Task item - Search the data for the word "RegExp". Reproduce every line where it is found.

Saved entries:

+++++

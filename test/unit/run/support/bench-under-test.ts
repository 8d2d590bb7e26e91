// A simulated bench in process for runner tests: the real session, driver and SCPI parser code on memory
// lines, with every program message both instruments receive recorded in one shared, ordered list, and
// optional link misbehaviour or a device wrapper per instrument.
import type { Board } from '../../../../src/board/types.js';
import { builtinProfile, parseProfileText, type AnalyzerProfile, type SwitchProfile } from '../../../../src/instruments/index.js';
import { analyzerLink, switchLink, type AnalyzerLink, type SwitchLink } from '../../../../src/run/bench/instrument-link.js';
import { inProcessLine } from '../../../../src/run/bench/in-process-line.js';
import { startBench } from '../../../../src/run/bench/connect-bench.js';
import { fixtureOf } from '../../../../src/run/bench/simulated-bench.js';
import type { ScanPlan } from '../../../../src/plan/types.js';
import { SimulatedBench } from '../../../../simulators/bench.js';
import type { SimulatedDevice } from '../../../../simulators/device.js';
import { Misbehaviour, type MisbehaviourOptions } from '../../../../simulators/misbehaviour.js';
import { readFileSync } from 'node:fs';
import { BUILTIN_PROFILE_DIR } from '../../../../src/instruments/index.js';
import path from 'node:path';

export interface Heard {
  who: 'analyzer' | 'switch';
  message: string;
}

export interface BenchUnderTest {
  bench: SimulatedBench;
  analyzer: AnalyzerLink;
  switchMatrix: SwitchLink;
  heard: Heard[];
  start(): Promise<void>;
  close(): Promise<void>;
}

export interface BenchOptions {
  faults?: string[];
  analyzerMisbehaviour?: Omit<MisbehaviourOptions, 'seed'>;
  switchMisbehaviour?: Omit<MisbehaviourOptions, 'seed'>;
  /** Wraps a device, e.g. to make it lie about its relays. */
  wrapSwitch?: (device: SimulatedDevice) => SimulatedDevice;
  wrapAnalyzer?: (device: SimulatedDevice) => SimulatedDevice;
  analyzerProfile?: AnalyzerProfile;
  switchProfile?: SwitchProfile;
}

function recording(device: SimulatedDevice, who: Heard['who'], heard: Heard[]): SimulatedDevice {
  return {
    get identity() {
      return device.identity;
    },
    receive(message) {
      heard.push({ who, message });
      return device.receive(message);
    },
    reset: () => device.reset(),
    injectError: (code, detail) => device.injectError?.(code, detail),
    unterminatedQuery: (fragment) => device.unterminatedQuery?.(fragment),
  };
}

export function benchUnderTest(board: Board, plan: ScanPlan, o: BenchOptions = {}): BenchUnderTest {
  const bench = new SimulatedBench({ board, faults: o.faults ?? [], seed: 7, timing: 'instant', fixture: fixtureOf(board, plan.fixture) });
  const heard: Heard[] = [];
  const aProfile = o.analyzerProfile ?? (builtinProfile('generic-analyzer') as AnalyzerProfile);
  const sProfile = o.switchProfile ?? (builtinProfile('generic-switch') as SwitchProfile);
  const mis = (m?: Omit<MisbehaviourOptions, 'seed'>) => (m ? new Misbehaviour({ seed: 11, ...m }) : undefined);
  const switchDevice = o.wrapSwitch ? o.wrapSwitch(bench.switchMatrix) : bench.switchMatrix;
  const analyzerDevice = o.wrapAnalyzer ? o.wrapAnalyzer(bench.analyzer) : bench.analyzer;
  const noSleep = { sleep: () => Promise.resolve() };
  const analyzer = analyzerLink(aProfile, inProcessLine(recording(analyzerDevice, 'analyzer', heard), 'analyzer', aProfile.terminators.read, mis(o.analyzerMisbehaviour)), { driver: noSleep });
  const switchMatrix = switchLink(sProfile, inProcessLine(recording(switchDevice, 'switch', heard), 'switch', sProfile.terminators.read, mis(o.switchMisbehaviour)), { driver: noSleep });
  return {
    bench,
    analyzer,
    switchMatrix,
    heard,
    async start() {
      await startBench(this);
    },
    async close() {
      await analyzer.close();
      await switchMatrix.close();
    },
  };
}

/** A built-in profile with a shorter command timeout, so that late answers are found out quickly. */
export function quickProfile(name: 'generic-analyzer' | 'generic-switch', timeout = '150 ms'): AnalyzerProfile & SwitchProfile {
  const file = path.join(BUILTIN_PROFILE_DIR, `${name}.yaml`);
  const text = readFileSync(file, 'utf8').replace(/timeouts: \{ command: [^,]+,/, `timeouts: { command: ${timeout},`);
  return parseProfileText(text, file) as AnalyzerProfile & SwitchProfile;
}
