// The bad-input corpus: malformed boards, plans, profiles, fixture maps and logs, and wrong flags for every
// verb, each through the whole command line. Every one must be refused the way the README promises: exit
// code 2, one line on stderr per problem ("topoprobe: " + the file and the field, or the flag), no stack
// trace, nothing on stdout and no partial output file. Most bad files are made here from a good demo file by
// one small edit, so each case reads as one line of the table; syntax errors live on disk under
// test/fixtures/*/bad and test/fixtures/reliability.
import { existsSync, mkdirSync, mkdtempSync, readdirSync, readFileSync, rmSync, writeFileSync } from 'node:fs';
import { tmpdir } from 'node:os';
import path from 'node:path';
import { afterAll, beforeAll, describe, expect, it } from 'vitest';
import { runCliInProcess } from '../support/run-cli-in-process.js';
import { hasStackTrace, runCli, type CliResult } from '../support/run-cli.js';
import { tally } from '../support/reliability-tally.js';

const DIR = mkdtempSync(path.join(tmpdir(), 'topoprobe-bad-inputs-'));
const OUT = path.join(DIR, 'out');
mkdirSync(OUT);

const CHAIN = 'shared/boards/chain-24.yaml';
const TANK = 'shared/boards/tank-3.json';
const CORNER = 'shared/boards/corner-8x8.yaml';
const PAIR_BOARD = 'test/fixtures/plans/pair-board.yaml';
const PAIR_PLAN = 'test/fixtures/plans/pair.plan.json';
const PLAN = 'sequences/chain-24.plan.json';
const ANALYZER = 'shared/profiles/generic-analyzer.yaml';
const SWITCH = 'shared/profiles/generic-switch.yaml';
const FIXTURE = 'shared/fixtures/chain-24.yaml';

interface BadCase {
  /** What is tried, for the tally and the test name. */
  name: string;
  /** The command line (made when the case runs: log cases need the good log made first). */
  args: () => string[];
  /** A file every line must name (its base name at least); none for a flag. */
  file?: string;
  /** The field, line/column or flag that the message must name. */
  field: RegExp;
  /** Files with several problems print one line per problem. */
  lines?: number;
  /** Outputs that must not exist afterwards (a refused command writes nothing). */
  leaves?: string[];
  /** A file that existed before and must be left exactly as it was. */
  keeps?: string;
  /** `sim` only starts serving when a case is wrongly accepted; it is stopped then instead of hanging. */
  serves?: boolean;
}

const cases: BadCase[] = [];
const add = (c: BadCase) => void cases.push(c);
let serial = 0;
const out = (suffix: string) => path.join(OUT, `case-${++serial}${suffix}`);

// ---------------------------------------------------------------------------------------------------------
// Making bad files: one small edit of a good file each.

/** `from` replaced by `to` (the first occurrence, which must exist) in a copy of `source`, saved as `name`. */
function edited(source: string, name: string, from: string | RegExp, to: string): string {
  const text = readFileSync(source, 'utf8');
  const changed = text.replace(from, to);
  if (changed === text) throw new Error(`${source}: ${String(from)} is not in the file; the case ${name} needs updating`);
  return written(name, changed);
}
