"""The truth samples taken by Orekit's CCSDS OEM streaming writer (Java fixed-step handler)
against the Python step handler that interpolates the same integrator steps.

Reference: Orekit's own step interpolator (``OrekitStepInterpolator.getInterpolatedState``, the
Python-handler path forced by ``TruthWorld(java_sampler=False)``); the OEM text carries shortest
round-trip decimals of km and km/s, so the two must agree to the last bits, and the mass must
follow the rocket equation across impulses exactly as the propagated state does.
"""

from __future__ import annotations

import numpy as np
import pytest

from sim_builders import cubesat_bus, make_run  # tests/sim/sim_builders.py

pytestmark = pytest.mark.orekit


def _fly(java: bool, log_step_s: float, chunks_s, impulses, switches, threads=None, deputies=1):
    from sim.truth.world import TruthWorld

    deps = [(f"dep{k}" if k else "dep", "nominal", [0.0, 2000.0 * (k + 1), 0.0, 100.0, 0.0, 100.0 * (k + 1)])
            for k in range(deputies)]
    run = make_run(deputies=deps, bus=cubesat_bus(), duration_s=float(chunks_s[-1]), log_step_s=log_step_s)
    w = TruthWorld(run, java_sampler=java, threads=threads)
    for name, *_ in deps:
        w.set_impulses(name, impulses)
        w.set_mode_schedule(name, switches)
    out = {n: [] for n in w.names}
    for t in chunks_s:
        w.advance_to(float(t))
        for n, s in w.drain_samples().items():
            out[n].append(s)
    return {n: {k: np.concatenate([s[k] for s in v]) for k in v[0]} for n, v in out.items()}


@pytest.mark.parametrize("chunks_s", [(5400.0, 10800.0, 16200.0), (4000.0, 9000.0, 16200.0)])
def test_oem_sampler_matches_the_python_sampler(chunks_s):
    # chunk ends on the grid (a 5400 s guidance cycle) and off it (4000 s: the next segment
    # starts off the 60 s grid and falls back to the Python handler); impulses inside segments,
    # one exactly at a chunk boundary, mode switches with slews
    imp = [(1234.5, np.array([0.0, 0.01, 0.0])), (5400.0, np.array([0.002, 0.0, -0.003])),
           (12000.25, np.array([0.0, -0.02, 0.001]))]
    sw = [(700.0, "max_drag"), (7000.0, "min_drag"), (13000.0, "nominal")]
    a = _fly(True, 60.0, chunks_s, imp, sw)
    b = _fly(False, 60.0, chunks_s, imp, sw)
    for n in ("chief", "dep"):
        np.testing.assert_array_equal(a[n]["t_s"], b[n]["t_s"])
        assert a[n]["t_s"].size == int(chunks_s[-1] / 60.0) + 1
        assert np.max(np.abs(a[n]["r_eci_m"] - b[n]["r_eci_m"])) < 1e-6
        assert np.max(np.abs(a[n]["v_eci_mps"] - b[n]["v_eci_mps"])) < 1e-9
        np.testing.assert_allclose(a[n]["mass_kg"], b[n]["mass_kg"], rtol=1e-12, atol=0.0)
        np.testing.assert_array_equal(a[n]["mode_index"], b[n]["mode_index"])
        np.testing.assert_allclose(a[n]["density_kgpm3"], b[n]["density_kgpm3"], rtol=1e-12)
    m = a["dep"]["mass_kg"]
    assert np.unique(np.round(m, 12)).size == 4  # initial + three impulses


def test_spacecraft_propagated_in_parallel_give_the_same_truth_bit_for_bit():
    # threads=3: chief and two deputies each propagate() on their own Java thread; every
    # spacecraft has its own propagator, the shared models are immutable or use Orekit's
    # thread-safe caches, so the samples must be the same numbers as one after the other
    imp = [(1234.5, np.array([0.0, 0.01, 0.0])), (5400.0, np.array([0.002, 0.0, -0.003]))]
    sw = [(700.0, "max_drag"), (7000.0, "min_drag")]
    chunks = (5400.0, 10800.0)
    a = _fly(True, 60.0, chunks, imp, sw, threads=1, deputies=2)
    b = _fly(True, 60.0, chunks, imp, sw, threads=3, deputies=2)
    assert set(a) == {"chief", "dep", "dep1"}
    for n in a:
        for k in a[n]:
            np.testing.assert_array_equal(a[n][k], b[n][k], err_msg=f"{n}/{k}")


def test_bad_thread_count_names_the_variable(monkeypatch):
    from sim.errors import ScenarioError
    from sim.truth.world import TRUTH_THREADS_ENV, default_threads

    monkeypatch.setenv(TRUTH_THREADS_ENV, "two")
    with pytest.raises(ScenarioError) as err:
        default_threads()
    assert TRUTH_THREADS_ENV in str(err.value) and "positive integer" in str(err.value)
    monkeypatch.setenv(TRUTH_THREADS_ENV, "1")
    assert default_threads() == 1


def test_early_segments_give_the_same_truth_and_are_discarded_when_changed():
    # start_early begins the chief's segment while the caller "thinks"; advance_to uses it. A
    # change of that spacecraft's impulses or schedule in between discards it (run again): the
    # truth never depends on the early start
    from sim.truth.world import TruthWorld

    run = make_run(deputies=[("dep", "nominal", [0.0, 2000.0, 0.0, 100.0, 0.0, 100.0])], bus=cubesat_bus(),
                   duration_s=10800.0, log_step_s=60.0)
    imp = [(1234.5, np.array([0.0, 0.01, 0.0]))]

    def fly(early: bool, change: bool):
        w = TruthWorld(run, threads=2)
        w.set_impulses("dep", imp)
        w.advance_to(5400.0)
        if early:
            assert w.start_early(10800.0, ["chief"]) == ["chief"]
        w.set_impulses("dep", [(6000.0, np.array([0.0, -0.01, 0.0]))])
        w.set_impulses("chief", [])  # unchanged: the early segment stays
        if early:
            assert w._early is not None
        if change:
            w.set_impulses("chief", [(7000.0, np.array([0.0, 0.0, 0.002]))])
            w.set_mode_schedule("chief", [(8000.0, "max_drag")])
        w.advance_to(10800.0)
        return w.drain_samples(), w.drain_executed_impulses()

    for change in (False, True):
        ref, ref_imp = fly(False, change)
        got, got_imp = fly(True, change)
        assert len(got_imp) == len(ref_imp) == (3 if change else 2)
        for n in ref:
            for k in ref[n]:
                np.testing.assert_array_equal(ref[n][k], got[n][k], err_msg=f"change={change} {n}/{k}")
    w = TruthWorld(run, threads=1)
    assert w.start_early(5400.0, ["chief"]) == []  # one thread: nothing to overlap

+++++

Expected answer -
  field: RegExp;
function edited(source: string, name: string, from: string | RegExp, to: string): string {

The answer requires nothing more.